━━ Extracted data

import type { CheckItem } from '@/lib/model/code-book'
import { HIGH_VOLTAGE, KEY_OFF, MONOXIDE, MOVES, MOVING_PARTS } from './cautions'
import { GUESS, PRACTICE } from './sources'

/** What drives the coil, and whether the spark outlasts the engine. */
export const COIL_DRIVE_CHECKS: CheckItem[] = [
  {
    kind: 'check',
    id: 'coilControlWire',
    name: 'Coil control wire, both plugs off',
    purpose:
      'Parts the wire from the driver: a short that stays with the module off is in the wire.',
    gate: { coilType: ['inductive'], battery: ['yes'] },
    people: 1,
    onePersonWay: null,
    roles: ['mechanic'],
    guideSafe: false,
    light: 'lampEnough',
    weather: 'Not in rain: the module plug must stay dry.',
    setups: ['sidePanelOff', 'coilPlugOff', 'seatOff', 'modulePlugOff'],
    tools: [
      { tool: 'multimeter', accuracy: '1 % + 3 digits is enough' },
      { tool: 'backProbes', accuracy: null },
    ],
    machineState: 'keyOn',
    mayMoveMachine: false,
    minutes: 10,
    costMinor: 0,
    steps: [
      { text: 'Key off. Unplug the coil. Leave the module plugged in.', caution: KEY_OFF },
      {
        text: 'Key on. Measure volts from the control pin on the wire side to engine metal. Note it.',
        caution: HIGH_VOLTAGE,
      },
      { text: 'Key off. Measure ohms from the same pin to engine metal. Note it.', caution: null },
      {
        text: 'Key off. Unplug the control module. Key on: volts again. Key off: ohms again.',
        caution: KEY_OFF,
      },
      {
        text: 'Measure ohms along the wire, coil plug to module plug, while you move the loom.',
        caution: null,
      },
      { text: 'Key off. Plug the module in, then the coil, until they click.', caution: null },
    ],
    cautions: [
      { signal: 'NOTICE', text: 'Back probes only. Do not spread the pins of the module plug.' },
    ],
    record: 'Volts and ohms with the module plugged in and unplugged; wire end to end.',
    outcomes: [
      { id: 'clean', name: 'Near 0 V, no path to ground, wire whole', good: true },
      { id: 'withModule', name: 'Shorted only with the module plugged in', good: false },
      { id: 'inWire', name: 'Shorted with the module off too, or wire broken', good: false },
    ],
    table: {
      ignitionCoilWiring: [40, 4, 56],
      ignitionCoilDriver: [42, 52, 6],
    },
    otherwise: [94, 3, 3],
    expected: [
      {
        words:
          'Key on, coil unplugged: near 0 V on the control pin of a coil switched on its ground side.',
        source: PRACTICE,
      },
      {
        words:
          'Module unplugged: over 100 kohm to ground; wire end to end within half an ohm of the leads.',
        source: PRACTICE,
      },
    ],
    reading: null,
    passDoesNotProve: 'A driver can fail only under load or heat, and this test draws no current.',
    stopWhen:
      'Battery volts on the control pin with the module off: find the touching wire before anything is plugged in.',
    basis: 'physics',
    basisWords:
      'What goes away with the module is the module. How often each fault shows it is a guess.',
    source: GUESS,
  },
  {
    kind: 'check',
    id: 'sparkWhileItDies',
    name: 'Spark while it starts and dies',
    purpose:
      'Parts spark faults from fuel faults: does the spark stop before the engine, or after it?',
    gate: {},
    people: 2,
    onePersonWay: 'Film the tester with the phone on a stand, then look at it slowly.',
    roles: ['mechanic'],
    guideSafe: false,
    light: 'lampEnough',
    weather: 'Not in rain.',
    setups: ['sidePanelOff'],
    tools: [{ tool: 'sparkTester', accuracy: '6 to 8 mm gap' }],
    machineState: 'runningNeutral',
    mayMoveMachine: true,
    minutes: 6,
    costMinor: 0,
    steps: [
      {
        text: 'Sniff. If you smell petrol, stop and let it air first.',
        caution: {
          signal: 'DANGER',
          text: 'A spark lights petrol vapour. No open fuel line, no wet plug hole, cap on the tank.',
        },
      },
      {
        text: 'Key off. Put the tester in line between the cap and the plug, clip on engine metal.',
        caution: HIGH_VOLTAGE,
      },
      { text: 'Neutral, brake on. Stand beside the machine.', caution: MOVES },
      {
        text: 'Start it and watch the spark, not the engine, until it has died.',
        caution: MOVING_PARTS,
      },
      {
        text: 'Do it three times. Key off. Take the tester out, push the cap home.',
        caution: null,
      },
    ],
    cautions: [HIGH_VOLTAGE, MOVES, MONOXIDE],
    record: 'Spark strong to the last turn, weak, or gone before the engine stopped.',
    outcomes: [
      { id: 'stays', name: 'Strong until the engine stops turning', good: true },
      { id: 'weak', name: 'Weak, yellow or uneven', good: false },
      { id: 'stopsFirst', name: 'Stops before the engine, or none', good: false },
    ],
    table: {
      ignitionCoilPart: [8, 24, 68],
      ignitionCoilWiring: [14, 14, 72],
      ignitionCoilSupply: [10, 30, 60],
      ignitionCoilDriver: [8, 16, 76],
      coilOutputLeaks: [24, 52, 24],
      sparkPlugBad: [78, 17, 5],
      crankSensorPart: [12, 14, 74],
      crankSensorWiring: [14, 12, 74],
      stopCircuitFault: [10, 6, 84],
      tipOverTripped: [10, 4, 86],
      keySwitchHarness: [16, 12, 72],
      mainRelayFault: [22, 14, 64],
      batteryTerminalLoose: [40, 22, 38],
      batteryLow: [55, 30, 15],
      groundPoor: [52, 26, 22],
      controlModuleFault: [25, 15, 60],
    },
    otherwise: [90, 7, 3],
    expected: [
      {
        words: 'A blue spark over 6 to 8 mm on every turn until the engine stands.',
        source: PRACTICE,
      },
    ],
    reading: null,
    passDoesNotProve: 'A spark in open air can fail under compression or when hot.',
    stopWhen: 'You smell petrol, or fuel drips anywhere.',
    basis: 'physics',
    basisWords:
      'Without spark the engine stops; without fuel the spark goes on. How clearly each fault shows it is a guess.',
    source: GUESS,
  },
]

━━━━

Task instructions
Wherever the word "MONOXIDE" appears in the entries above, copy that line.

Task answer
import { HIGH_VOLTAGE, KEY_OFF, MONOXIDE, MOVES, MOVING_PARTS } from './cautions'
    cautions: [HIGH_VOLTAGE, MOVES, MONOXIDE],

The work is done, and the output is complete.